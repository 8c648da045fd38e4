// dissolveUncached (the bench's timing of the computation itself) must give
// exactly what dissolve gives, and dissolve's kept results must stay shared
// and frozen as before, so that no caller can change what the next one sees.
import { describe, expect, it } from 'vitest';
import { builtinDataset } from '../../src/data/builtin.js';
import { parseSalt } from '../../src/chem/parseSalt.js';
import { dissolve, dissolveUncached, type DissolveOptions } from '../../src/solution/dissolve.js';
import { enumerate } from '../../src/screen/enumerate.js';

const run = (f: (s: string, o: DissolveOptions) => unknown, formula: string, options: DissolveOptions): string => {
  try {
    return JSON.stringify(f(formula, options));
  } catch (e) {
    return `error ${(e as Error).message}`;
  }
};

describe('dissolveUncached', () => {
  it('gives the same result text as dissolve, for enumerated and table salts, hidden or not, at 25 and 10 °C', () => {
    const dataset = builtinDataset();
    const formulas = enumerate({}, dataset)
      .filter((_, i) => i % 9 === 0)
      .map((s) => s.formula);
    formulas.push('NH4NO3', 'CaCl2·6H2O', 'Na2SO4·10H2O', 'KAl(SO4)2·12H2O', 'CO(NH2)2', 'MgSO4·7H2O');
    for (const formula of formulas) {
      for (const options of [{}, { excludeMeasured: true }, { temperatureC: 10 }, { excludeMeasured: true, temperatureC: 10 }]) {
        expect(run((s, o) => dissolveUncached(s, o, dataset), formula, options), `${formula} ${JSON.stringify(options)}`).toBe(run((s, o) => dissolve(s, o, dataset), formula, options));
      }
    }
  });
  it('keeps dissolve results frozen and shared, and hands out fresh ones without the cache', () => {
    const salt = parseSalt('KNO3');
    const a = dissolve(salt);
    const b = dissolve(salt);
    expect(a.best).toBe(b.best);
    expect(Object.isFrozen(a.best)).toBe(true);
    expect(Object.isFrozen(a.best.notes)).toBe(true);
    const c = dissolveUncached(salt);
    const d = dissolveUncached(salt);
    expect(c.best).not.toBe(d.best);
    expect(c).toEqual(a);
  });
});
————
● PROBLEM REQUIREMENTS
Your answer should be one number, the count of lines in the records that contain the word "what".

● ANSWER TO THIS PROBLEM
2